TASK DETAILS -> The data below must be repeated exactly. Leave nothing out.

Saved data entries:

---

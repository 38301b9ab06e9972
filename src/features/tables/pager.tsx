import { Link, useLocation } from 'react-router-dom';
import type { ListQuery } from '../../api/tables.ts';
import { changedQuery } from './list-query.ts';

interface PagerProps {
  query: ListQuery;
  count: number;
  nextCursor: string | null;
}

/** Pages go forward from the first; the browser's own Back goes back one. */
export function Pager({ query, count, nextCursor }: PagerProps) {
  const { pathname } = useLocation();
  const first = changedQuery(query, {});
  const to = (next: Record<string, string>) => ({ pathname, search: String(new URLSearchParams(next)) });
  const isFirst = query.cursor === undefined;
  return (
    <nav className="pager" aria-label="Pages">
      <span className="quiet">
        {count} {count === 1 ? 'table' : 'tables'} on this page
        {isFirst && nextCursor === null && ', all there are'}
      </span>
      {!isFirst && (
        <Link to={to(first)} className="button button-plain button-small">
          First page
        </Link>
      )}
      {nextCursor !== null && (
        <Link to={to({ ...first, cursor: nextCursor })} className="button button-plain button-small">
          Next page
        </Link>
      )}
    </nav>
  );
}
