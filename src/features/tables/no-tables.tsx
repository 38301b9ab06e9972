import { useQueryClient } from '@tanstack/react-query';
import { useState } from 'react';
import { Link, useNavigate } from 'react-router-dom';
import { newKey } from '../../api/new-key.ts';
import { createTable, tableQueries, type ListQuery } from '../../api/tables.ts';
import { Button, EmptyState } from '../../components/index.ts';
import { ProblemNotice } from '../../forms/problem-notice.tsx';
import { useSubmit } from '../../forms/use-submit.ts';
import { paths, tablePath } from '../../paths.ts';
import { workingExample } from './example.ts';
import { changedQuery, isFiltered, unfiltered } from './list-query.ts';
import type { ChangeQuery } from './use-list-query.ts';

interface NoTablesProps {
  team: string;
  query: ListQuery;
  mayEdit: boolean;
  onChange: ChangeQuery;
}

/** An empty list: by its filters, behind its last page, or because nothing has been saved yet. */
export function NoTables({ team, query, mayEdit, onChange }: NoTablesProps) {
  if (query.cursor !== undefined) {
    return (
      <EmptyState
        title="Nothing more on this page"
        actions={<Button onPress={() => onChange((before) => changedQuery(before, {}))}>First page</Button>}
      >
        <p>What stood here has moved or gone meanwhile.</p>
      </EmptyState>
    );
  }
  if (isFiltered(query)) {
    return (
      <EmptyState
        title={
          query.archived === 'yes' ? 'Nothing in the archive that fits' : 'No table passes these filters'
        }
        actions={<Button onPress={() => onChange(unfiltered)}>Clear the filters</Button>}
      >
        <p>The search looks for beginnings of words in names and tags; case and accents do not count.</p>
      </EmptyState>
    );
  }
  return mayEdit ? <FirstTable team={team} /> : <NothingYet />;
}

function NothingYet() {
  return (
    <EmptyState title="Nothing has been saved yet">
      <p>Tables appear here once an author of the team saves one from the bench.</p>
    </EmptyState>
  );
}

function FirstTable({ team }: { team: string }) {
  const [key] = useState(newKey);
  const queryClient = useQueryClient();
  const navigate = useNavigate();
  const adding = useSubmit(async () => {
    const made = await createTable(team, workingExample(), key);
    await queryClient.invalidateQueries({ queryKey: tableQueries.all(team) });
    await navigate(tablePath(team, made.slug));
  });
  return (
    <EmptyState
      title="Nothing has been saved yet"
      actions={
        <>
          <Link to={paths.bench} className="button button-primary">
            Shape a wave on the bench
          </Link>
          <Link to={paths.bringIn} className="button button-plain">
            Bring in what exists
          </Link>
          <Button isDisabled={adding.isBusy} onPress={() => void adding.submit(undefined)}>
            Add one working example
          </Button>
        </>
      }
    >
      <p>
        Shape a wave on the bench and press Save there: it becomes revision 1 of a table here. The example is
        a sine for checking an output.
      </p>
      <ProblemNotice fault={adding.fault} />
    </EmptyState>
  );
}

---

RESULT OF THE EXERCISE ->
repository 38301b9ab06e9972
filename src/features/tables/pager.tsx
import { Link, useLocation } from 'react-router-dom';
import type { ListQuery } from '../../api/tables.ts';
import { changedQuery } from './list-query.ts';

interface PagerProps {
  query: ListQuery;
  count: number;
  nextCursor: string | null;
}

/** Pages go forward from the first; the browser's own Back goes back one. */
export function Pager({ query, count, nextCursor }: PagerProps) {
  const { pathname } = useLocation();
  const first = changedQuery(query, {});
  const to = (next: Record<string, string>) => ({ pathname, search: String(new URLSearchParams(next)) });
  const isFirst = query.cursor === undefined;
  return (
    <nav className="pager" aria-label="Pages">
      <span className="quiet">
        {count} {count === 1 ? 'table' : 'tables'} on this page
        {isFirst && nextCursor === null && ', all there are'}
      </span>
      {!isFirst && (
        <Link to={to(first)} className="button button-plain button-small">
          First page
        </Link>
      )}
      {nextCursor !== null && (
        <Link to={to({ ...first, cursor: nextCursor })} className="button button-plain button-small">
          Next page
        </Link>
      )}
    </nav>
  );
}
filename src/features/tables/no-tables.tsx
repository 38301b9ab06e9972
import { useQueryClient } from '@tanstack/react-query';
import { useState } from 'react';
import { Link, useNavigate } from 'react-router-dom';
import { newKey } from '../../api/new-key.ts';
import { createTable, tableQueries, type ListQuery } from '../../api/tables.ts';
import { Button, EmptyState } from '../../components/index.ts';
import { ProblemNotice } from '../../forms/problem-notice.tsx';
import { useSubmit } from '../../forms/use-submit.ts';
import { paths, tablePath } from '../../paths.ts';
import { workingExample } from './example.ts';
import { changedQuery, isFiltered, unfiltered } from './list-query.ts';
import type { ChangeQuery } from './use-list-query.ts';

interface NoTablesProps {
  team: string;
  query: ListQuery;
  mayEdit: boolean;
  onChange: ChangeQuery;
}

/** An empty list: by its filters, behind its last page, or because nothing has been saved yet. */
export function NoTables({ team, query, mayEdit, onChange }: NoTablesProps) {
  if (query.cursor !== undefined) {
    return (
      <EmptyState
        title="Nothing more on this page"
        actions={<Button onPress={() => onChange((before) => changedQuery(before, {}))}>First page</Button>}
      >
        <p>What stood here has moved or gone meanwhile.</p>
      </EmptyState>
    );
  }
  if (isFiltered(query)) {
    return (
      <EmptyState
        title={
          query.archived === 'yes' ? 'Nothing in the archive that fits' : 'No table passes these filters'
        }
        actions={<Button onPress={() => onChange(unfiltered)}>Clear the filters</Button>}
      >
        <p>The search looks for beginnings of words in names and tags; case and accents do not count.</p>
      </EmptyState>
    );
  }
  return mayEdit ? <FirstTable team={team} /> : <NothingYet />;
}

function NothingYet() {
  return (
    <EmptyState title="Nothing has been saved yet">
      <p>Tables appear here once an author of the team saves one from the bench.</p>
    </EmptyState>
  );
}

function FirstTable({ team }: { team: string }) {
  const [key] = useState(newKey);
  const queryClient = useQueryClient();
  const navigate = useNavigate();
  const adding = useSubmit(async () => {
    const made = await createTable(team, workingExample(), key);
    await queryClient.invalidateQueries({ queryKey: tableQueries.all(team) });
    await navigate(tablePath(team, made.slug));
  });
  return (
    <EmptyState
      title="Nothing has been saved yet"
      actions={
        <>
          <Link to={paths.bench} className="button button-primary">
            Shape a wave on the bench
          </Link>
          <Link to={paths.bringIn} className="button button-plain">
            Bring in what exists
          </Link>
          <Button isDisabled={adding.isBusy} onPress={() => void adding.submit(undefined)}>
            Add one working example
          </Button>
        </>
      }
    >
      <p>
        Shape a wave on the bench and press Save there: it becomes revision 1 of a table here. The example is
        a sine for checking an output.
      </p>
      <ProblemNotice fault={adding.fault} />
    </EmptyState>
  );
}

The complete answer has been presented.